2015-02-11 21:53 GMT+01:00 Stefan Dösinger stefan@codeweavers.com:
This works on cards that don't implement ARB_depth_clamp like r500 cards.
Note that texturing is influenced by position.w, not position.z.
dlls/wined3d/directx.c | 7 ------- dlls/wined3d/state.c | 33 ++++++++++----------------------- dlls/wined3d/wined3d_gl.h | 2 -- 3 files changed, 10 insertions(+), 32 deletions(-)
It's probably hard to measure and not going to really matter in practice but toggling the depth clamping (where supported) might be slightly faster than updating the projection matrix. I'm not NACKing the patch though.
-----BEGIN PGP SIGNED MESSAGE----- Hash: SHA1
Am 2015-02-11 um 23:56 schrieb Matteo Bruni:
It's probably hard to measure and not going to really matter in practice but toggling the depth clamping (where supported) might be slightly faster than updating the projection matrix.

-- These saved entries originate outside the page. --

"""The reader layer: archive format v1 -> canonical xarray/pandas objects.

Every reader finds variables by CF ``standard_name`` (or the archive's ``role``
attribute), converts through :mod:`floeheat.units` and raises
:class:`floeheat.errors.ArchiveError` naming file, place, problem and fix.

Modules: :mod:`~floeheat.io.cf` (CF building blocks), :mod:`~floeheat.io.archive`
(deployments.csv, scenes.csv), :mod:`~floeheat.io.profiles`,
:mod:`~floeheat.io.icemass`, :mod:`~floeheat.io.gridded` (shortwave, concentration,
bathymetry) and :mod:`~floeheat.io.scenes`.
"""

from floeheat.io.archive import read_deployments, read_scene_table
from floeheat.io.cf import open_netcdf
from floeheat.io.gridded import (
    open_bathymetry,
    open_concentration,
    open_shortwave,
    read_shortwave_csv,
)
from floeheat.io.icemass import read_icemass
from floeheat.io.profiles import read_profiles
from floeheat.io.scenes import Scene, open_scene

__all__ = [
    "read_deployments",
    "read_scene_table",
    "open_netcdf",
    "read_profiles",
    "read_icemass",
    "open_shortwave",
    "read_shortwave_csv",
    "open_concentration",
    "open_bathymetry",
    "Scene",
    "open_scene",
]
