def _horizontal(ds, da, tdim, path, *, aux_2d: bool):
    """``da`` with canonical horizontal dims/coords, sorted; and attrs to record."""
    dims = [d for d in da.dims if d != tdim]
    if len(dims) != 2:
        raise ArchiveError.at(str(path), f"variable {da.name}",
                              f"has horizontal dims {dims}, expected two",
                              "store the field on (time, y, x) or (time, lat, lon)")
    found = {}
    for d in dims:
        for key, names in (("latitude", ("latitude",)), ("longitude", ("longitude",)),
                           ("y", ("projection_y_coordinate", "grid_latitude")),
                           ("x", ("projection_x_coordinate", "grid_longitude"))):
            name = _axis_variable(ds, d, names)
            if name is not None:
                found[key] = (d, name)
    attrs = {}
    if {"latitude", "longitude"} <= found.keys():
        (ydim, yname), (xdim, xname) = found["latitude"], found["longitude"]
        for axis, name in (("north", yname), ("east", xname)):
            if not is_degrees(units_of(ds, name, file=path), axis):
                raise ArchiveError.at(str(path), f"variable {name}",
                                      f"units are not degrees_{axis}",
                                      f"store the axis in degrees_{axis}")
        lat, lon = (np.asarray(ds[n].values, "float64") for n in (yname, xname))
        da = da.drop_vars([c for c in da.coords if c != tdim]).rename(
            {ydim: "latitude", xdim: "longitude"})
        da = da.assign_coords(latitude=("latitude", lat, {"units": "degrees_north",
                                                          "standard_name": "latitude"}),
                              longitude=("longitude", lon, {"units": "degrees_east",
                                                            "standard_name": "longitude"}))
        da = da.sortby(["latitude", "longitude"])
        attrs["longitude_range"] = "0..360" if np.nanmax(lon) > 180 else "-180..180"
        attrs["crs_wkt"] = pyproj.CRS.from_epsg(4326).to_wkt()
        return da.transpose(*_order(tdim, "latitude", "longitude")), attrs
    if {"x", "y"} <= found.keys():
        (ydim, yname), (xdim, xname) = found["y"], found["x"]
        y = canonical(ds, yname, "m", file=path).values
        x = canonical(ds, xname, "m", file=path).values
        crs = crs_of(ds, str(da.name), file=path)
        da = da.drop_vars([c for c in da.coords if c != tdim]).rename({ydim: "y", xdim: "x"})
        da = da.assign_coords(y=("y", y, {"units": "m",
                                          "standard_name": "projection_y_coordinate"}),
                              x=("x", x, {"units": "m",
                                          "standard_name": "projection_x_coordinate"}))
        attrs["crs_wkt"] = crs.to_wkt()
        return da.sortby(["y", "x"]).transpose(*_order(tdim, "y", "x")), attrs
    if aux_2d:
        lats = [n for n in find_variable(ds, file=path, standard_name="latitude",
                                         allow_many=True) if set(ds[n].dims) == set(dims)]
        lons = [n for n in find_variable(ds, file=path, standard_name="longitude",
                                         allow_many=True) if set(ds[n].dims) == set(dims)]
        if lats and lons:
            ydim, xdim = dims
            lat = ds[lats[0]].transpose(ydim, xdim).values.astype("float64")
            lon = ds[lons[0]].transpose(ydim, xdim).values.astype("float64")
            da = da.drop_vars([c for c in da.coords if c != tdim]).rename(
                {ydim: "y", xdim: "x"})
            da = da.assign_coords(latitude=(("y", "x"), lat, {"units": "degrees_north"}),
                                  longitude=(("y", "x"), lon, {"units": "degrees_east"}))
            attrs["longitude_range"] = "0..360" if np.nanmax(lon) > 180 else "-180..180"
            attrs["crs_wkt"] = pyproj.CRS.from_epsg(4326).to_wkt()
            return da.transpose(*_order(tdim, "y", "x")), attrs
    raise ArchiveError.at(
        str(path), f"variable {da.name}",
        "no horizontal coordinates: no 1-D latitude/longitude, no 1-D projection_x/y "
        "coordinates" + (" and no 2-D latitude/longitude" if aux_2d else ""),
        "give the axes their CF standard_name (latitude/longitude or "
        "projection_x_coordinate/projection_y_coordinate)")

I'll try to patch my drawprim overhead tester to test this.
I don't expect it to be faster though. At very least it depends on the game's behavior. One of two switches that needs to be toggled to disable depth clipping is switching to POSITIONT vertices, in which case we update the projection matrix anyway.

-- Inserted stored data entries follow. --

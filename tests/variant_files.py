"""Small archive files in variant layouts and units, for the reader tests.

Variable names, units and layouts deliberately differ from the demo synthesizer's:
the readers must find everything by standard_name/role and convert by units.
Every writer returns what the reader should give back, in canonical units.
"""

from __future__ import annotations

import csv
from pathlib import Path

import netCDF4
import numpy as np
import pyproj
from affine import Affine

EPOCH = np.datetime64("2020-05-01T00:00:00", "ns")
POLAR = pyproj.CRS.from_epsg(3413)


def write_csv(path, header, rows) -> Path:
    """Write a UTF-8 CSV with a header row."""
    path = Path(path)
    path.parent.mkdir(parents=True, exist_ok=True)
    with path.open("w", newline="", encoding="utf-8") as f:
        w = csv.writer(f)
        w.writerow(header)
        w.writerows(rows)
    return path


def _nc(path, **globals_) -> netCDF4.Dataset:
    path = Path(path)
    path.parent.mkdir(parents=True, exist_ok=True)
    ds = netCDF4.Dataset(path, "w")
    ds.setncatts({"Conventions": "CF-1.8", **globals_})
    return ds


def _var(ds, name, dtype, dims, data=None, fill=None, **attrs):
    v = ds.createVariable(name, dtype, dims, fill_value=fill)
    v.setncatts(attrs)
    if data is not None:
        v[...] = data
    return v


def _grid_mapping(ds, name="proj", crs=POLAR):
    v = ds.createVariable(name, "i4", ())
    v.setncatts(crs.to_cf())
    return name


# ------------------------------------------------------------------ profiles

#: Three profiles, stored out of time order: hours after EPOCH, lat, lon (0..360).
PROFILE_HOURS = np.array([12.0, 0.0, 6.0])
PROFILE_LAT = np.array([80.1, 80.0, 80.05])
PROFILE_LON = np.array([350.0, 10.0, 200.0])
#: Per profile: pressure [dbar], temperature [degC], salinity [1] (by pressure).
PROFILE_P = [np.array([2.0, 5.0, 10.0]), np.array([1.0, 4.0]), np.array([3.0, 6.0, 9.0, 12.0])]
PROFILE_T = [np.array([-1.7, -1.6, -1.2]), np.array([-1.8, -1.75]),
             np.array([-1.65, -1.5, -1.4, -1.1])]
PROFILE_S = [np.array([30.1, 31.0, 32.5]), np.array([29.0, 29.5]),
             np.array([30.0, 30.8, 31.9, 33.0])]


def profiles_expected():
    """Canonical values sorted by time: list of (hours, lat, lon, p, t, s)."""
    order = np.argsort(PROFILE_HOURS)
    lon = (PROFILE_LON + 180) % 360 - 180
    return [(PROFILE_HOURS[k], PROFILE_LAT[k], lon[k], PROFILE_P[k], PROFILE_T[k],
             PROFILE_S[k]) for k in order]


def _profile_coords(ds, dim):
    _var(ds, "when", "f8", (dim,), PROFILE_HOURS * 60,
         standard_name="time", units="minutes since 2020-05-01T00:00:00Z")
    _var(ds, "phi", "f4", (dim,), PROFILE_LAT, standard_name="latitude",
         units="degrees_north")
    _var(ds, "lam", "f4", (dim,), PROFILE_LON, standard_name="longitude",
         units="degrees_east")
    ids = _var(ds, "cast", str, (dim,), cf_role="profile_id")
    for k in range(PROFILE_HOURS.size):
        ids[k] = f"cast{k}"


def profiles_orthogonal(path, *, upcast=False) -> Path:
    """Orthogonal layout: 1-D pressure [Pa], temperature [K]; NaN where absent."""
    levels = np.array([1.0, 2.0, 3.0, 4.0, 5.0, 6.0, 9.0, 10.0, 12.0])
    if upcast:
        levels = levels[::-1]
    ds = _nc(path, featureType="profile")
    ds.createDimension("cast_no", PROFILE_HOURS.size)
    ds.createDimension("z", levels.size)
    _profile_coords(ds, "cast_no")
    _var(ds, "prs", "f8", ("z",), levels * 1e4, standard_name="sea_water_pressure",
         units="Pa")
    tk = np.full((PROFILE_HOURS.size, levels.size), np.nan)
    sal = np.full_like(tk, np.nan)
    for k, (p, t, s) in enumerate(zip(PROFILE_P, PROFILE_T, PROFILE_S, strict=True)):
        idx = [int(np.flatnonzero(levels == v)[0]) for v in p]
        tk[k, idx], sal[k, idx] = t + 273.15, s
    _var(ds, "tk", "f8", ("cast_no", "z"), tk, standard_name="sea_water_temperature",
         units="K")
    _var(ds, "psal", "f8", ("cast_no", "z"), sal,
         standard_name="sea_water_practical_salinity", units="PSU")
    ds.close()
    return Path(path)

Even if there's a minor performance advantage of depth clamping in cases where an application constantly uses POSITIONT and switches ZENABLE on an off I prefer to always use the projection matrix to have only one codepath that does this. If there's a huge difference we may think about two alternating codepaths.
-----BEGIN PGP SIGNED MESSAGE----- Hash: SHA1
Am 2015-02-12 um 08:45 schrieb Stefan Dösinger:
Am 2015-02-11 um 23:56 schrieb Matteo Bruni:
It's probably hard to measure and not going to really matter in practice but toggling the depth clamping (where supported) might be slightly faster than updating the projection matrix.
I'll try to patch my drawprim overhead tester to test this.
Fwiw, I cannot see any performance difference between ARB_depth_clamp and the projection matrix approach in my modified test program.
What I did: Set a POSITIONT vertex
while(running) { for(i = 0; i < 1000; i++) { set_rs(ZENABLE, TRUE); draw(); set_rs(ZENABLE, FALSE); draw(); set_rs(ZENABLE, TRUE); draw(); set_rs(ZENABLE, FALSE); draw(); set_rs(ZENABLE, TRUE); draw(); set_rs(ZENABLE, FALSE); draw(); } present(); }
I.e., I hit the worst case for the new approach. With ARB_depth_clamp this test program runs at 89.5 fps, with matrices at 89.2. There seems to be a general up and down of +/- 5 fps. Interestingly windows runs this test program at 58 fps.
I tested this on Nvidia. I can also test it on r600g if desired, but I don't really expect it to matter.